By presenting them with easy access to the bestial
means of aggrandizement, as well as the necessity to defend against those who
use those means against them, the government makes people prone to
fight-or-flight responses toward out-group others: like a predator transfixed
with hunger at the sight of its prey, or like that prey transfixed with terror
at the sight of a predator.
The herd mind manifests vividly, not only in war
rallies, but in political rallies, where rival herds low and bray against each
other. At these rallies, fevered minds are filled, not only with “foreign
menaces,” but various domestic ones: “welfare bums,” “selfish businessmen,” “the
gay agenda,” “bigoted shopkeepers,” “droves of ‘illegals,’ “gentrification,”
“urban thugs,” etc.
Through the government, each herd/horde plunders and
persecutes by proxy, and is plundered and persecuted in turn.
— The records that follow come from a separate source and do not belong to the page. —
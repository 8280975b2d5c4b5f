// A day in US customary units on a phone-sized Chromium: one switch in Settings, a site typed in degrees,
// minutes and seconds, a cool reading in °F, a series whose whole screen is read for any metric unit; every
// screen's controls measured as tap targets; the Send screen saying what happened to each file and naming the
// files by site and date. Screenshots in reports/screens/units/.
import { afterAll, beforeAll, describe, expect, it } from 'vitest';
import { mkdirSync } from 'node:fs';
import type { Browser, BrowserContext, Page } from 'playwright-core';
import { analyzeSeries, type AnalysisRequest } from '../../src/physics';
import { PHONE, baseUrl, collectErrors, expectVisible, haveChromium, launchBrowser, waitForServiceWorker } from './harness';

const SHOTS = 'reports/screens/units';

// Our own invented scenario: a 7.41 oz ball of 3.74 in dropped from 39.37 ft on a cool morning.
const FT = 0.3048; // international foot (NIST SP 811, B.8)
const TIMES = [1.597, 1.601, 1.612, 1.594, 1.598];
const request = (times: number[]): AnalysisRequest => ({
  site: { latitude_deg: 46 + 6 / 60 + 30 / 3600, elevation_m: 1410 * FT },
  air: {
    temperature_C: ((57.2 - 32) * 5) / 9,
    pressure_Pa: 28.4 * 3386.389, // conventional inch of mercury (NIST SP 811, B.8)
    pressure_reference: 'station',
    relative_humidity_pct: 55,
  },
  specimen: { mass_kg: (7.41 * 0.45359237) / 16, shape: 'sphere', diameter_m: 3.74 * 0.0254 },
  drops: times.map((time_s) => ({ height_m: 39.37 * FT, time_s })),
  timing: { standard_uncertainty_s: 0.02, offset: 'none' },
  uncertainty: { height_m: 0.01, mass_kg: 0.0005, diameter_m: 0.0002, temperature_C: 0.3, pressure_Pa: 50, relative_humidity_pct: 3 },
});

// A number followed by a metric symbol, or a metric symbol in brackets as a column's unit.
const METRIC =
  /(\d\s*(mm|cm|km|m|kg|g|°C|hPa|kPa|Pa|J|N|m\/s²|m\/s|kg\/m³|µPa·s)(?![\p{L}\d/²³]))|\((mm|cm|m|kg|g|°C|hPa|Pa|J|m\/s)\)|kg\/m³|°C|hPa|µPa|metres|kilogram/u;

const box = (page: Page, name: RegExp | string) => page.getByRole('textbox', { name }).first();

async function shot(page: Page, name: string): Promise<void> {
  await page.screenshot({ path: `${SHOTS}/${name}.png`, fullPage: true });
}

/** Every visible control smaller than 44 × 44 CSS px (WCAG 2.5.5), by a short description. */
async function smallTargets(page: Page): Promise<string[]> {
  return page.evaluate(() => {
    const out: string[] = [];
    const seen = new Set<Element>();
    const visit = (root: Document | ShadowRoot) => {
      for (const el of root.querySelectorAll('*')) {
        if (el.shadowRoot) visit(el.shadowRoot);
        const tag = el.tagName.toLowerCase();
        let target: Element | null = null;
        if (tag === 'button' || tag === 'select' || tag === 'summary' || tag === 'textarea') target = el;
        else if (tag === 'a' && (el as HTMLAnchorElement).href) target = el;
        else if (tag === 'input') {
          const type = (el as HTMLInputElement).type;
          if (type === 'hidden' || type === 'file') continue;
          // A checkbox or a radio button is tapped through its label.
          target = type === 'checkbox' || type === 'radio' ? (el.closest('label') ?? el) : el.closest('.row') ?? el;
        }
        if (!target || seen.has(target)) continue;
        seen.add(target);
        const r = target.getBoundingClientRect();
        if (r.width === 0 && r.height === 0) continue; // not shown
        if (r.height < 44 || r.width < 44) {
          const text = (target.textContent ?? '').trim().replace(/\s+/g, ' ').slice(0, 40);
          out.push(`${tag} "${text || target.getAttribute('aria-label') || ''}" ${Math.round(r.width)}×${Math.round(r.height)}`);
        }
      }
    };
    visit(document);
    return out;
  });
}

describe.skipIf(!haveChromium)('units, whole, and sending that says what happened', () => {
  let browser: Browser;
  let context: BrowserContext;
  let page: Page;
  let errors: string[];
  let seriesUrl = '';
  beforeAll(async () => {
    mkdirSync(SHOTS, { recursive: true });
    browser = await launchBrowser();
    context = await browser.newContext({ ...PHONE, acceptDownloads: true });
    page = await context.newPage();
    errors = collectErrors(page);
  });
  afterAll(async () => {
    await browser?.close();
  });

  it('switches every unit to US customary with one choice in Settings', async () => {
    await page.goto(`${baseUrl}/#/settings`);
    await waitForServiceWorker(page);
    await page.getByText('US customary (ft, °F, inHg)', { exact: true }).click();
    await page.getByText('Choose the unit of each quantity').click();
    for (const [label, symbol] of [
      ['Heights and distances', 'ft'],
      ['Temperature', '°F'],
      ['Pressure', 'inHg'],
      ['Air density', 'lb/ft³'],
      ['Gravity', 'ft/s²'],
    ] as const) {
      await expect.poll(() => page.getByLabel(label, { exact: true }).inputValue()).toBe(symbol);
    }
    await shot(page, '01-settings-units');
  });

  it('starts a day at a site typed in degrees, minutes and seconds with hemisphere letters', async () => {
    await page.goto(`${baseUrl}/#/day`);
    await box(page, 'Site name').fill('Tower Hill');
    await box(page, /^Latitude/).fill(`46°06'30" N`);
    await box(page, /^Longitude/).fill(`8°15' W`);
    await box(page, /^Elevation/).fill('1410');
    await shot(page, '02-start-day-dms');
    await page.getByRole('button', { name: 'Start the day' }).click();
    await expectVisible(page.getByRole('heading', { name: 'Air readings' }));
    // 46°06'30" = 46.1083°; 8°15' W = -8.25° (1° = 60′ = 3600″).
    await expectVisible(page.getByText(/46\.1083° N, 8\.2500° W/));
  });

  it('takes a cool reading in °F and inHg and prints it without floating-point tails', async () => {
    await page.getByRole('button', { name: 'Add an air reading' }).click();
    await box(page, /^Air temperature/).fill('57.2');
    await box(page, /^Air pressure/).fill('28.40');
    await page.getByText('Read on site: the air pressure where we stand', { exact: true }).click();
    await box(page, /^Relative humidity/).fill('55');
    // 57.2 °F is 14.000000000000004 °C inside: below the 15–27 °C CIPM-2007 range (59–81 °F).
    await expectVisible(page.getByText(/Air temperature 57\.2 °F is outside 59–81 °F/));
    const text = await page.locator('main').innerText();
    expect(text).not.toMatch(/\d\.\d*0{6,}\d/);
    expect(text).not.toMatch(METRIC);
    await shot(page, '03-reading-us');
    await page.getByRole('button', { name: 'Save reading' }).click();
    await expectVisible(page.locator('.row', { hasText: 'on site' }));
  });

  it('adds a specimen in ounces and inches from inside the series form, and runs a series of five drops', async () => {
    await page.getByRole('button', { name: 'Start a series' }).click();
    await page.getByRole('button', { name: /Understood/ }).click();
    // The catalogue is empty: the specimen is made right here, without leaving the day.
    await expectVisible(page.getByText(/The specimen catalogue is empty/));
    await box(page, 'Name').fill('Leather ball 3.74 in');
    await box(page, /^Mass/).fill('7.41');
    await box(page, /^Diameter/).fill('3.74');
    await shot(page, '03b-specimen-inside-series-form');
    await page.getByRole('button', { name: 'Add to the catalogue' }).click();
    await expect.poll(() => page.getByLabel('Specimen', { exact: true }).locator('option:checked').textContent()).toBe('Leather ball 3.74 in');
    expect(page.url()).toContain('#/day');
    await box(page, /^Release height/).fill('39.37');
    await page.getByLabel('Timing method').selectOption('typed');
    await page.getByRole('button', { name: 'Start the series' }).click();
    await expectVisible(page.getByRole('heading', { name: 'Drop 1' }));
    for (const [i, t] of TIMES.entries()) {
      await box(page, /^Fall time/).fill(String(t));
      await page.getByRole('button', { name: `Add drop ${i + 1}` }).click();
      await expectVisible(page.getByRole('heading', { name: `Drop ${i + 2}` }));
    }
    seriesUrl = page.url();
    const expected = analyzeSeries(request(TIMES));
    await expectVisible(page.getByTestId('cd-value').getByText(expected.drag_coefficient!.toFixed(3)));
  });

  it('shows no metric unit anywhere in the series screen’s text', async () => {
    await expectVisible(page.getByRole('heading', { name: 'Fall time, drop by drop' }));
    const text = await page.locator('main').innerText();
    const metric = text.split('\n').filter((line) => METRIC.test(line));
    expect(metric).toEqual([]);
    // The figures are there, in US units: air density in lb/ft³, gravity in ft/s².
    expect(text).toMatch(/lb\/ft³/);
    expect(text).toMatch(/ft\/s²/);
    // The last column says which way round it is, and no value prints as a negative zero.
    expect(text).toMatch(/t − pred\./);
    expect(text).not.toMatch(/-0\.0(?!\d*[1-9])/);
    await shot(page, '04-series-us');
  });

  it('keeps every control of every screen at least 44 px in each direction', async () => {
    const screens = ['#/day', seriesUrl.slice(seriesUrl.indexOf('#')), '#/plan', '#/specimens', '#/specimens/new', '#/log', '#/send', '#/settings'];
    const found: string[] = [];
    for (const hash of screens) {
      await page.goto(`${baseUrl}/${hash}`);
      await page.waitForTimeout(500);
      if (hash === '#/settings') await page.getByText('Choose the unit of each quantity').click();
      found.push(...(await smallTargets(page)).map((t) => `${hash}: ${t}`));
    }
    await page.goto(`${baseUrl}/#/day`);
    await page.getByRole('link', { name: 'End of the day' }).click();
    await expectVisible(page.getByRole('heading', { name: 'End of the day' }));
    found.push(...(await smallTargets(page)).map((t) => `summary: ${t}`));
    await shot(page, '05-day-summary-us');
    expect(found).toEqual([]);
  });

  it('says a JSON file was saved as a file on this phone, next to the button, named by site and date', async () => {
    await page.goto(`${baseUrl}/#/send`);
    const button = page.getByRole('button', { name: 'Send as a log file (JSON)' });
    const [download] = await Promise.all([page.waitForEvent('download'), button.click()]);
    const message = page.getByTestId('send-message');
    await expectVisible(message.getByText(/^Saved as a file on this phone/));
    expect(await message.getAttribute('role')).toBe('status');
    // The message sits under the button that caused it and is in view.
    const [b, m] = [await button.boundingBox(), await message.boundingBox()];
    expect(m!.y).toBeGreaterThan(b!.y);
    expect(m!.y - (b!.y + b!.height)).toBeLessThan(200);
    expect(m!.y + m!.height).toBeLessThanOrEqual(844 + (await page.evaluate(() => window.scrollY)));
    const today = await page.evaluate(() => {
      const d = new Date();
      return `${d.getFullYear()}-${String(d.getMonth() + 1).padStart(2, '0')}-${String(d.getDate()).padStart(2, '0')}`;
    });
    expect(download.suggestedFilename()).toMatch(new RegExp(`^plummet-log-.+-${today}-Tower_Hill\\.json$`));
    // A download is not a send: the header still counts the changes and says where the file is.
    await expectVisible(page.getByRole('heading', { name: /not yet shared or in the office folder/ }));
    await expectVisible(page.getByText(/Last saved as a file on this phone/));
    await shot(page, '06-send-saved');
  });

  it('hands both CSV tables over in one go and names them by site and date', async () => {
    const names: string[] = [];
    page.on('download', (d) => names.push(d.suggestedFilename()));
    await page.getByRole('button', { name: 'Tables for a spreadsheet (CSV)' }).click();
    await expect.poll(() => names.length, { timeout: 20_000 }).toBe(2);
    expect(names.sort()).toEqual([expect.stringMatching(/^plummet-\d{4}-\d\d-\d\d-Tower_Hill-drops\.csv$/), expect.stringMatching(/^plummet-\d{4}-\d\d-\d\d-Tower_Hill-series\.csv$/)]);
    await expectVisible(page.getByTestId('send-message').getByText(/^Saved as a file on this phone \(two CSV files/));
    expect(errors).toEqual([]);
  });
});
As the sole
apparatus for legal plunder, the government takes a cut of the loot for itself
for each theft it facilitates. And anger more properly directed at the
government is diverted toward domestic enemy herds. In fact each herd becomes
deeply wedded to the government as its chief implement for attacking and
defending against its foes. And in order to achieve the unity necessary to
realize its numerical strength, each herd rallies behind its “champions” in
government and the political class.
Thus, this kind of sublimated war is also the
“health of the State.” The herd mind that reaches its apogee in times of
international military conflict is continually activated even in “peacetime” by
the modern government keeping its subject populace in a managed, chronic state
of low-grade civil war.
This analysis fits well with Bourne’s broadest
definition of the State. At one point he defines it as follows:
“The State is the organization of the herd to act
offensively or defensively against another herd similarly organized.”
What is war but the mobilization (“organization”) of
multitudes (“herds”) against each other in offense and defense? So Bourne’s
definition may be fairly rephrased as simply: “The State is war.”
War is the birth, the health, the very essence of the State.